Directions for this task:
From the entries below, please gather each line containing the string "benches".

Stored data:
○ ○ ○ ○ ○

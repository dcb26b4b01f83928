//! The library's training step and gradient against the same math written
//! by hand in ndarray (`support/hand_written.rs`), side by side in one
//! criterion group each, so that their ratio is read off one run.
//! `examples/against_hand_written.rs` prints the same comparison as a table.

#[path = "support/hand_written.rs"]
mod hand_written;

use criterion::{Criterion, criterion_group, criterion_main};
use hand_written::{
    BATCH, LibraryGradient, Network, Params, WIDTHS, data, library_model, library_training, start,
};
use revdiff::Examples;
use std::hint::black_box;

fn training_step(c: &mut Criterion) {
    let model = library_model();
    let (x, t) = data::<f64>(WIDTHS, BATCH);
    let examples = Examples::new(x.clone(), t.clone()).unwrap();
    let p0: Params<f64> = start(WIDTHS);

    let mut group = c.benchmark_group("one training step, 256-256-256-10, batch 128, f64");
    group.bench_function("library", |b| {
        b.iter(|| black_box(library_training(&model, BATCH, 1, &p0, &examples, 1e-3)))
    });
    let mut net = Network::new(&p0, BATCH);
    group.bench_function("hand-written", |b| {
        b.iter(|| {
            black_box(net.gradient(&x, &t));
            net.adam(1e-3);
        })
    });
    group.finish();

    let mut group = c.benchmark_group("one gradient, 256-256-256-10, batch 128, f64");
    let input = (p0.clone(), x.clone());
    let mut buffers = LibraryGradient::new(&p0);
    group.bench_function("library", |b| {
        b.iter(|| black_box(buffers.run(&model, &input, &t)))
    });
    let mut net = Network::new(&p0, BATCH);
    group.bench_function("hand-written", |b| {
        b.iter(|| black_box(net.gradient(&x, &t)))
    });
    group.finish();
}

criterion_group!(benches, training_step);
criterion_main!(benches);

○ ○ ○ ○ ○

Task response:
criterion_group!(benches, training_step);
criterion_main!(benches);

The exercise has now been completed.